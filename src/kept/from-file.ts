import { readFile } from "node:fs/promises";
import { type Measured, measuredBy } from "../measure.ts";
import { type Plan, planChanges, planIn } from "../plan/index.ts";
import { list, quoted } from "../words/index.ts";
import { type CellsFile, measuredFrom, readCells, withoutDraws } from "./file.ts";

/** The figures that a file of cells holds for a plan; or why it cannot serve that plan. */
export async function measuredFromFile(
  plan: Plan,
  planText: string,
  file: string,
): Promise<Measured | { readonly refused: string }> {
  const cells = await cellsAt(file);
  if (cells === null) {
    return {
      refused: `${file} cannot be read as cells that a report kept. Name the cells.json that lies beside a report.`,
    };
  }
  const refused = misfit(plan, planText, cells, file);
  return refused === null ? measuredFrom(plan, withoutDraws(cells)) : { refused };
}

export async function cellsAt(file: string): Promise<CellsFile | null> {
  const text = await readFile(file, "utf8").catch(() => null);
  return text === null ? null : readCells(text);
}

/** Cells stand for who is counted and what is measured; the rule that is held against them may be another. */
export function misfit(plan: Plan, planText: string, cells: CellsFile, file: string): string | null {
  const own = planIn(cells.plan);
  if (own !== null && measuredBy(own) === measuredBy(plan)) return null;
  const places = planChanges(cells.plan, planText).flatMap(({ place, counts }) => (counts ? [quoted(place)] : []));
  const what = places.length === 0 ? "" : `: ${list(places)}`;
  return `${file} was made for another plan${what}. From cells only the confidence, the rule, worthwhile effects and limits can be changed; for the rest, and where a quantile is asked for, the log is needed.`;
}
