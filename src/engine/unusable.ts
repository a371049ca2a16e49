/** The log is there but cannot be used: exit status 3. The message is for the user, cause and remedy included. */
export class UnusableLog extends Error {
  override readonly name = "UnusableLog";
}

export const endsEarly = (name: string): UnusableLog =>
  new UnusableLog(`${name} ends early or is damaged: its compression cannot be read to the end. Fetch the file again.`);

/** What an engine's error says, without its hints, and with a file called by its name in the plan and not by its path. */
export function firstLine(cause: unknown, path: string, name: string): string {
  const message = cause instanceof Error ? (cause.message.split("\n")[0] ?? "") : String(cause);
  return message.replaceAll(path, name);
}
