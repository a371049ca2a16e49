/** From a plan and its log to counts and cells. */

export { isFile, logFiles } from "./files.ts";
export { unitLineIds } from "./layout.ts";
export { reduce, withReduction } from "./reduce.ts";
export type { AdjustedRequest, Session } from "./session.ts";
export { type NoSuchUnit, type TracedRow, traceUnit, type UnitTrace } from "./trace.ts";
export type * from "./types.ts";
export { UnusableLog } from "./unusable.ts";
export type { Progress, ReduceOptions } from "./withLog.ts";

--

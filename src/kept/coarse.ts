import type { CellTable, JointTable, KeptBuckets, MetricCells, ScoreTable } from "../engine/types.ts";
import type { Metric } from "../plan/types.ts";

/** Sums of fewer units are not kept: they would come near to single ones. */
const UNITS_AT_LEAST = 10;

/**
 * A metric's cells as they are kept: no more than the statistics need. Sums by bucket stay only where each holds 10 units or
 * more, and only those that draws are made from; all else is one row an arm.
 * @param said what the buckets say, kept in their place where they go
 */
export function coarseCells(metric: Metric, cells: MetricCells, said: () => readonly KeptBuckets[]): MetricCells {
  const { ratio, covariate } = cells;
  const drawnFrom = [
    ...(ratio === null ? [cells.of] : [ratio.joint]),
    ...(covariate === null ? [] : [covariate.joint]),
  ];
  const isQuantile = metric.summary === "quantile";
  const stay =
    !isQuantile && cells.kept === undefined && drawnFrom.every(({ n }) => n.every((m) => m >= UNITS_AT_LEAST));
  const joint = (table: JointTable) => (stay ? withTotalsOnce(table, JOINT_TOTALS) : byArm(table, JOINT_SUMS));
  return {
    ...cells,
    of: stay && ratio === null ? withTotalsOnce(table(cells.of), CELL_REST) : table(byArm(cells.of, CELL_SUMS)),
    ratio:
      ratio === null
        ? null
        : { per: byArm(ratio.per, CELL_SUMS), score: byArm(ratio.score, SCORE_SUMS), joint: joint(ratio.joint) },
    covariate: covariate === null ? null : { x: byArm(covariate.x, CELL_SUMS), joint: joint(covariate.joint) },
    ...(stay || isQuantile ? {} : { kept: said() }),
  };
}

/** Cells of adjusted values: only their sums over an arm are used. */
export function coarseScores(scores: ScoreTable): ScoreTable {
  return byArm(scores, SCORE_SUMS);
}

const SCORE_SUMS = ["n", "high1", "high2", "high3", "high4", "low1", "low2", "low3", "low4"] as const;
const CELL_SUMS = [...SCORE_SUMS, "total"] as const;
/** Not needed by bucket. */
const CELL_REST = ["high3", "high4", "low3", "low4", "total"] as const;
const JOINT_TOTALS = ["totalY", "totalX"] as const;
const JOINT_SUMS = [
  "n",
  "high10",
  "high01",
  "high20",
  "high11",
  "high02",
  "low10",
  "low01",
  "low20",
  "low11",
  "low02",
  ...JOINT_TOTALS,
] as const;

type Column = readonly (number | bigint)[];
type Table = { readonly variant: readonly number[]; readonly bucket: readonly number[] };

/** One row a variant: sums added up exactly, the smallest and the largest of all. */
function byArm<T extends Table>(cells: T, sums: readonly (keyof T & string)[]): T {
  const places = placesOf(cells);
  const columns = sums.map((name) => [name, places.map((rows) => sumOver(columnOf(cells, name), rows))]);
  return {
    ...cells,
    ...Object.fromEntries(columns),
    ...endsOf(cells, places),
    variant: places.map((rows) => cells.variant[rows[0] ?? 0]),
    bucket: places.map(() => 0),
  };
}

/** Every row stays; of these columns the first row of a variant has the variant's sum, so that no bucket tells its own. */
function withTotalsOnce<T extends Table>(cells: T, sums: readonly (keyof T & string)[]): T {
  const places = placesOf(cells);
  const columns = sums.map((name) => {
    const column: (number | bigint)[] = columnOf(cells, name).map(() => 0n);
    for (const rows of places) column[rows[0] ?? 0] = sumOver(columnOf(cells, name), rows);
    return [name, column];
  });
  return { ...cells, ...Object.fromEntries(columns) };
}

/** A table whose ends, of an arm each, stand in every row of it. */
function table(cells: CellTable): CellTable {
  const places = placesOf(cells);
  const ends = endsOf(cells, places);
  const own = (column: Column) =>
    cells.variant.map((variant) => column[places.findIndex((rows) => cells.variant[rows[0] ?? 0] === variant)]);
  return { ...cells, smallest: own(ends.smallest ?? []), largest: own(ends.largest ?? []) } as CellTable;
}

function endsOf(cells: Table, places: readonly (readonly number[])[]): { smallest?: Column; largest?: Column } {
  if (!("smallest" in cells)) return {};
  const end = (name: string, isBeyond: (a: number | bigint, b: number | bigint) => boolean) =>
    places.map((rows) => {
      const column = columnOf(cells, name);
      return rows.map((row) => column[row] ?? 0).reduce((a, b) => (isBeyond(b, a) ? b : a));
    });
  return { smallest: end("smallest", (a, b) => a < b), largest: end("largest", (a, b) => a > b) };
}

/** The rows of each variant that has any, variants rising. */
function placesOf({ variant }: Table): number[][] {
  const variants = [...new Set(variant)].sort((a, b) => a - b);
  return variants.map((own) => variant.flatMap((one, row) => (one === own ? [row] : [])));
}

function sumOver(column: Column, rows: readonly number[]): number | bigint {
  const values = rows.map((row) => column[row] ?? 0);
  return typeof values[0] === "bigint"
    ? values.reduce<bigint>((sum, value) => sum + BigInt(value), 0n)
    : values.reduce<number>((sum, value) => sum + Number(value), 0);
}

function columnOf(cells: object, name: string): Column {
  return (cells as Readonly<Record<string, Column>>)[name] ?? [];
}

---

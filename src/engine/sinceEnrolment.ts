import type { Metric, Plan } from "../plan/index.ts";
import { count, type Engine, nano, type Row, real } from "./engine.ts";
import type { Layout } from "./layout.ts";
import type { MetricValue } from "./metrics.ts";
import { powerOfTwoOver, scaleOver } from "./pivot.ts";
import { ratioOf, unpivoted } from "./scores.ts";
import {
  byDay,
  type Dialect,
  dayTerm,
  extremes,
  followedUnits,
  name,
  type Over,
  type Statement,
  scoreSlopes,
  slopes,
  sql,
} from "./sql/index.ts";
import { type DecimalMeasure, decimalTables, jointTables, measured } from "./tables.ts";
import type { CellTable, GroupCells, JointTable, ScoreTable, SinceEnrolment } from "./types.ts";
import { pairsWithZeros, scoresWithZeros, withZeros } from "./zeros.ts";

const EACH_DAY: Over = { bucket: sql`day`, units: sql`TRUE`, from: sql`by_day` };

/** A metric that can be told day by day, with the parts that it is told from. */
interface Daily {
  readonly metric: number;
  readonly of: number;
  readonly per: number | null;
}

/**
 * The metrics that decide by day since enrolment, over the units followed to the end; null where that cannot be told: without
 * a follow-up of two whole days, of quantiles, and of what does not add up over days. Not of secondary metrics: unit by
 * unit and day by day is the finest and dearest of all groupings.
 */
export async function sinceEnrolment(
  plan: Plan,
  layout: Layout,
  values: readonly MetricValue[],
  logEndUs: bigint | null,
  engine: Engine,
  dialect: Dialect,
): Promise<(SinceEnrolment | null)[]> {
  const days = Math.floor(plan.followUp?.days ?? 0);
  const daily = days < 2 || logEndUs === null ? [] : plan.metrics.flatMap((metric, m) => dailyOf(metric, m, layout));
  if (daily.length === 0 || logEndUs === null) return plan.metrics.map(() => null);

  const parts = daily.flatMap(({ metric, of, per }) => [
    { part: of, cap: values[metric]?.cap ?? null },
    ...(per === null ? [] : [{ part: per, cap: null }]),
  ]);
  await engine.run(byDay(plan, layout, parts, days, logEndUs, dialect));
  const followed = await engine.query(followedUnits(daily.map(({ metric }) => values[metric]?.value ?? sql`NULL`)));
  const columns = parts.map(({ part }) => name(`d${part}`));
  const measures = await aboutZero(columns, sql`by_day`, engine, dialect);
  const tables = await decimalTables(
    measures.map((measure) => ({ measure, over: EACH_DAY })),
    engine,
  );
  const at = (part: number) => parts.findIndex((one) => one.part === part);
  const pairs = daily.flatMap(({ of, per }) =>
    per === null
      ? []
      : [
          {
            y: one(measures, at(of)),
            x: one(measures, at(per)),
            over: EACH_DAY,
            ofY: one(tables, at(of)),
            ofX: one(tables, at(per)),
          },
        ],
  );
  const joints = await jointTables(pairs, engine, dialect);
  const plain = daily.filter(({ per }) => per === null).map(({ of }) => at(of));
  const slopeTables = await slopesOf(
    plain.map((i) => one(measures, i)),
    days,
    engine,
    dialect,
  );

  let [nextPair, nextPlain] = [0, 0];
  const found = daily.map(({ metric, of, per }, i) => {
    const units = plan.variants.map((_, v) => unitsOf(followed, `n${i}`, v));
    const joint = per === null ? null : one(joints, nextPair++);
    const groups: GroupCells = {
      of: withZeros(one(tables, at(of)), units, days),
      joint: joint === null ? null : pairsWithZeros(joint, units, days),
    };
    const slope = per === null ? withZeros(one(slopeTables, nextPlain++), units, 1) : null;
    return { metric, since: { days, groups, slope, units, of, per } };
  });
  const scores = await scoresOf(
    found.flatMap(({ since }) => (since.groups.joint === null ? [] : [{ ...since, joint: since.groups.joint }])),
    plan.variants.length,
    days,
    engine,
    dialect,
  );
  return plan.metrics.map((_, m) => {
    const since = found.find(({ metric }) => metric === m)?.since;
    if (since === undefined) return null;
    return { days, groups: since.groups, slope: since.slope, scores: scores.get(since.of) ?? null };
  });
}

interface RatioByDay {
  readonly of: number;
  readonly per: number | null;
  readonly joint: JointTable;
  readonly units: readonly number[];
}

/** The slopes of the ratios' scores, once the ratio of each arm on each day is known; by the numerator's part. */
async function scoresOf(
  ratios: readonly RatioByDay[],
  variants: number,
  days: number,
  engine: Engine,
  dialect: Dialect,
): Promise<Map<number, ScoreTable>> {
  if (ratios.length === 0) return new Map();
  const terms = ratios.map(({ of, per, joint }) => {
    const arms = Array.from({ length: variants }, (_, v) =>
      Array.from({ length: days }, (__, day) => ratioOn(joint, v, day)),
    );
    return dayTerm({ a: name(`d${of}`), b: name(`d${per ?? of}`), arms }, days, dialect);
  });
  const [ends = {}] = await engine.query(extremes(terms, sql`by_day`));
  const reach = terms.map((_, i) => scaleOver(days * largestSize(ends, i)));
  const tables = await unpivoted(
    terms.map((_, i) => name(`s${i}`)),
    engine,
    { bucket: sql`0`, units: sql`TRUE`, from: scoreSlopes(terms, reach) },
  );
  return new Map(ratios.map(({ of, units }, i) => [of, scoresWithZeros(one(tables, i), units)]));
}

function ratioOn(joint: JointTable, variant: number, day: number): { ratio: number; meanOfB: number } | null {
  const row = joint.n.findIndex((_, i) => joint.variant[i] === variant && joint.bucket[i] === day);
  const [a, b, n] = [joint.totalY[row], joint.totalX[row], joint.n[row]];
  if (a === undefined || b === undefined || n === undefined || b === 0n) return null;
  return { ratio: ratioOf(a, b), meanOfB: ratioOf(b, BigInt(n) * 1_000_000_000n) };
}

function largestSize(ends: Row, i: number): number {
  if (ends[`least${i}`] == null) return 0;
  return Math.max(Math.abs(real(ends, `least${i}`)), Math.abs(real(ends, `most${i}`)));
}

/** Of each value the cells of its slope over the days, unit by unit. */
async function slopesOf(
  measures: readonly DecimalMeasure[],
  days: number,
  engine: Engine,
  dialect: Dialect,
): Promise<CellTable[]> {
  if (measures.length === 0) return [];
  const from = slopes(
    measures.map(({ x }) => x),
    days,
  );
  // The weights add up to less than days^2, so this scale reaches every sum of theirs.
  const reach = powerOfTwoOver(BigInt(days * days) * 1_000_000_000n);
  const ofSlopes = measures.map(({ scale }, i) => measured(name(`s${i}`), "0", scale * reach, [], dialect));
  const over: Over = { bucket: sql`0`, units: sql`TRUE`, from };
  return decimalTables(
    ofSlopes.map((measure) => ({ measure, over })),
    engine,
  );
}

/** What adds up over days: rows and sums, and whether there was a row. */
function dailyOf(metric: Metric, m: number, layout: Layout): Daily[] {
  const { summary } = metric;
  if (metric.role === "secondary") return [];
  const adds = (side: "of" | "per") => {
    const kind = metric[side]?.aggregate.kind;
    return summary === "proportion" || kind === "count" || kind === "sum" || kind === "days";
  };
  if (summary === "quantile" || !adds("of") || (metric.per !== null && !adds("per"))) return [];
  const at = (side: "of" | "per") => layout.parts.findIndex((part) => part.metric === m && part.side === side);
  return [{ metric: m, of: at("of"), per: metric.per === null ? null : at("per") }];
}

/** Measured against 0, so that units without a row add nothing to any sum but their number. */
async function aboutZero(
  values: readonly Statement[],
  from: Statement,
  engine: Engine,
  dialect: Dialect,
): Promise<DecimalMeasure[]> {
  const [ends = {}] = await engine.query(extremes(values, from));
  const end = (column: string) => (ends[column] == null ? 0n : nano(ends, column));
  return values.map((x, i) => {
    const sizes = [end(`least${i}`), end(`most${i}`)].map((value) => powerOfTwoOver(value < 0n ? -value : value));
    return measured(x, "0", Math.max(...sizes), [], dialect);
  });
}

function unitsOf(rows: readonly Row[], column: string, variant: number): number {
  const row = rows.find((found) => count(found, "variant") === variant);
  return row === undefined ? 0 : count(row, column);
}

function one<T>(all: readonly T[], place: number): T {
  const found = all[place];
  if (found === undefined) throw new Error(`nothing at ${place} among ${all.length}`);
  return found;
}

▸ Problem requirements
Once every line of the listing that contains "findIndex" has been counted, give the total and nothing else.

▸ Reply
4